Publication year - 2010
Publication title -
proteomics – clinical applications
Language(s) - English
Resource type - Journals
SCImago Journal Rank - 0.948
H-Index - 54
eISSN - 1862-8354
pISSN - 1862-8346
DOI - 10.1002/prca.200900179
Subject(s) - reproducibility , cerebrospinal fluid , proteomics , biomarker , proteome , biomarker discovery , chemistry , chromatography , medicine , biochemistry , gene
Purpose : For biomarker discovery in cerebrospinal fluid (CSF), removal of major serum proteins is advantageous as more CSF proteins including brain‐derived proteins can be identified. Our goal was to create a reproducible discovery workflow with acceptable throughput that can identify 500–1000 CSF proteins in small volumes of CSF. Experimental design : In this study, we compared the performance of two multi‐affinity depletion methods in spin filter format: MARS Human 14 and Seppro‐IgY‐14. To this end, we analyzed depleted and bound CSF fractions isolated from 0.5 mL aliquots of the same CSF sample ( n =3 per depletion method) by label‐free GeLC‐MS/MS‐based proteomics and normalized spectral counting. Results : The whole CSF dataset contained 884 proteins identified at high confidence. Depletion spin filter performance was assessed in terms of sensitivity and reproducibility of the CSF analysis.
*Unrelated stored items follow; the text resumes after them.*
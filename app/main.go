// Command alvea is the Alvea app: in the browser (js/wasm) it runs the
// tablet screens; natively it serves the app, writes the static site, and
// runs plans and audits from a terminal.
//
// The native side lives in files built with !wasm (main_native.go), so the
// server, the static writer and the command-line tools are not compiled
// into app.wasm.
package main

import (
	"os"

	"github.com/maxence-charriere/go-app/v10/pkg/app"

	"alvea/app/ui"
)

func main() {
	ui.Mark("alvea:main")
	ui.Register()
	// In the browser this runs the app and never returns; natively it
	// returns at once.
	app.RunWhenOnBrowser()
	os.Exit(runNative(os.Args[1:]))
}
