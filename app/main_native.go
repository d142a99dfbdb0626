//go:build !wasm

package main

import (
	"context"
	"errors"
	"flag"
	"fmt"
	"io"
	"net"
	"os"
	"os/signal"
	"strconv"
	"strings"
	"syscall"

	"alvea/app/cli"
	"alvea/app/server"
)

const usage = `usage: alvea <command> [arguments]

commands:
  serve  [-addr 127.0.0.1:8000] [-root .]   serve the app (root holds web/ with app.wasm)
  static [-out dist] [-root .]              write the static site
  plan   ...                                compute a transport plan (alvea plan -h)
  audit  ...                                audit a logbook export (alvea audit -h)
`

// exitUsage is the exit status for a command line that cannot be run.
const exitUsage = 2

func runNative(args []string) int {
	return dispatch(args, os.Stdin, os.Stdout, os.Stderr)
}

func dispatch(args []string, stdin io.Reader, stdout, stderr io.Writer) int {
	if len(args) == 0 {
		fmt.Fprint(stderr, usage)
		return exitUsage
	}
	switch args[0] {
	case "serve":
		return serveCmd(args[1:], stdout, stderr)
	case "static":
		return staticCmd(args[1:], stdout, stderr)
	case "plan":
		return cli.Plan(args[1:], stdin, stdout, stderr)
	case "audit":
		return cli.Audit(args[1:], stdin, stdout, stderr)
	case "help", "-h", "-help", "--help":
		fmt.Fprint(stdout, usage)
		return 0
	default:
		fmt.Fprintf(stderr, "alvea: unknown command %q\n\n%s", args[0], usage)
		return exitUsage
	}
}

func serveCmd(args []string, stdout, stderr io.Writer) int {
	fs := flag.NewFlagSet("alvea serve", flag.ContinueOnError)
	fs.SetOutput(stderr)
	addr := fs.String("addr", "127.0.0.1:8000", "address to listen on")
	root := fs.String("root", ".", "directory holding web/ (with the built app.wasm)")
	if err := fs.Parse(args); err != nil {
		return flagStatus(err)
	}
	if fs.NArg() > 0 {
		fmt.Fprintf(stderr, "alvea serve: unexpected argument %q\n", fs.Arg(0))
		return exitUsage
	}
	if err := checkAddr(*addr); err != nil {
		fmt.Fprintf(stderr, "alvea serve: %v\n", err)
		return exitUsage
	}
	ctx, stop := signal.NotifyContext(context.Background(), os.Interrupt, syscall.SIGTERM)
	defer stop()
	if err := server.Serve(ctx, *addr, *root, stdout); err != nil {
		fmt.Fprintf(stderr, "alvea serve: %v\n", err)
		return 1
	}
	return 0
}

func staticCmd(args []string, stdout, stderr io.Writer) int {
	fs := flag.NewFlagSet("alvea static", flag.ContinueOnError)
	fs.SetOutput(stderr)
	out := fs.String("out", "dist", "directory to write the site into")
	root := fs.String("root", ".", "directory holding web/ (with the built app.wasm)")
	if err := fs.Parse(args); err != nil {
		return flagStatus(err)
	}
	if fs.NArg() > 0 {
		fmt.Fprintf(stderr, "alvea static: unexpected argument %q\n", fs.Arg(0))
		return exitUsage
	}
	if strings.TrimSpace(*out) == "" {
		fmt.Fprintln(stderr, "alvea static: -out is empty: give the directory to write the site into")
		return exitUsage
	}
	version, err := server.WriteStatic(*out, *root)
	if err != nil {
		fmt.Fprintf(stderr, "alvea static: %v\n", err)
		return 1
	}
	fmt.Fprintf(stdout, "alvea static: wrote version %s to %s\n", version, *out)
	return 0
}

// checkAddr checks serve's -addr before anything listens: host:port, the
// host given (an empty host, as in ":8000", listens on every network
// interface; 0.0.0.0 says so on purpose), the port a number from 0 (any
// free port) to 65535.
func checkAddr(addr string) error {
	host, port, err := net.SplitHostPort(addr)
	if err != nil {
		return fmt.Errorf("-addr %q is not host:port (for example 127.0.0.1:8000)", addr)
	}
	if host == "" {
		return fmt.Errorf("-addr %q names no host: it would listen on every network interface; give 127.0.0.1:%s for this device only, or 0.0.0.0:%s to listen on every interface on purpose", addr, port, port)
	}
	if n, err := strconv.Atoi(port); err != nil || n < 0 || n > 65535 || port != strconv.Itoa(n) {
		return fmt.Errorf("-addr %q: the port must be a number from 0 (any free port) to 65535", addr)
	}
	return nil
}

// flagStatus maps a flag parse error to an exit status: -h is success.
func flagStatus(err error) int {
	if errors.Is(err, flag.ErrHelp) {
		return 0
	}
	return exitUsage
}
MARS and IgY‐14 spin filters yielded comparable reproducibility of protein identification (71–74%) and quantification (CV 17–18%) but a significant difference in the total number of identified CSF proteins (767 and 703 proteins, respectively). Conclusions and clinical relevance : The MARS filter compared to IgY‐14 filter provides a CSF analysis with enhanced proteome coverage. We anticipate that this enhanced sensitivity will facilitate biomarker discovery in early stages of cancer or neurological disease.